Actually, this is your final answer (with omega as the chosen transformed variable).
You can see this for instance here:

http://www.wolframalpha.com/input/?i=fouriertransform[1/(1+x^2),+x,+\omega]

If that is right, I can now move onto the reciprocity portion. First...nowhere in my book mentions anything about these. But it does give another hint.

Reciprocity relation: F²(f)(x) = f(-x) where F²(f) = F(F(f)).

Is my F(f) term correct first? If so, then I am not sure what this hint even does for me.

Yes, you formula is correct.
To know what this hint does for you, you need to check your table of known transforms.
Are there any entries of the form e^-|x| or e.g. 1/(1+k²)?

If I had something like f(g(x)) I can do these because I have a known variable to work with and swap in the different functions. But with F(F(f)) I have no idea what that means let alone can solve it.

That's about where I am so far. Not much at all unfortunately. Any ideas or hints to get moving on this problem?

If you need more information about Fourier Transforms, you can look e.g. here:

http://en.wikipedia.org/wiki/Fourier_transform
http://mathworld.wolfram.com/FourierTransform.html

Don't you have a textbook that explains a little more about it?

 

[erok81]

Thanks for the reply.

Yes, it is the Fourier Transform.
Note that the result is again a function, but now from a different variable, usually k, omega, or xi. Apparently in your case omega has been chosen.


Actually, this is your final answer (with omega as the chosen transformed variable).
You can see this for instance here:

http://www.wolframalpha.com/input/?i=fouriertransform[1/(1+x^2),+x,+\omega]

I think I was confused because it seemed to be a two part problem. I find the transform in the table then use reciprocity relations to find the transform. In my answer I just pulled the transform from the table and was done.

Yes, you formula is correct.
To know what this hint does for you, you need to check your table of known transforms.
Are there any entries of the form e^-|x| or e.g. 1/(1+k²)?

Yep...there is an entry for e^-|x| which results in √(2/Π) a/(a²+ω², just like your post.

The book gives...

g=F(\frac{\pi}{2}e^{-|x|}), ~F(g)=(\frac{\pi}{2}e^{-|\omega|})

Now that I type out that answer I think I am seeing where the hint comes into play. Except my table gives it in ω so I am already there like you said.

If you need more information about Fourier Transforms, you can look e.g. here:

http://en.wikipedia.org/wiki/Fourier_transform
http://mathworld.wolfram.com/FourierTransform.html

Don't you have a textbook that explains a little more about it?

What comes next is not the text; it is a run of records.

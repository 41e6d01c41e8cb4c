"""Solve jobs. Simulations and what-if comparisons share the queue but are read under their
network (/v1/networks/{id}/simulations/{job_id}, /v1/networks/{id}/what-if/{job_id})."""

from __future__ import annotations

from typing import Annotated

from fastapi import APIRouter, Query

from service import jobs
from service.api.deps import JobId, Reader, SessionDep
from service.api.schemas.jobs import JobOut
from service.vocabulary import JobStateName

router = APIRouter(prefix="/v1/jobs", tags=["jobs"])


@router.get("/{job_id}", response_model=JobOut)
def get_job(job_id: JobId, session: SessionDep, caller: Reader) -> JobOut:
    return JobOut.model_validate(jobs.solve_job(session, caller.tenant_id, job_id))


@router.get("", response_model=list[JobOut])
def list_jobs(
    session: SessionDep,
    caller: Reader,
    state: JobStateName | None = None,
    limit: Annotated[int, Query(ge=1, le=1000)] = 100,
) -> list[JobOut]:
    """Newest first."""
    return [
        JobOut.model_validate(job)
        for job in jobs.solve_jobs(session, caller.tenant_id, state, limit)
    ]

Thanks for posting this as well. I do have a text but it didn't say much about this problem. The links will help though.

 

[I like Serena]

Yep...there is an entry for e^-|x| which results in √(2/Π) a/(a²+ω², just like your post.

The book gives...

g=F(\frac{\pi}{2}e^{-|x|}), ~F(g)=(\frac{\pi}{2}e^{-|\omega|})

Now that I type out that answer I think I am seeing where the hint comes into play. Except my table gives it in ω so I am already there like you said.

Well, you're not quite there yet.
There's a difference between the Fourier Transform and the Inverse Fourier Transform.
That is, you can not simply swap x and omega in the formulas.

That is why you still need to combine the formula from the table with the reciprocal theorem...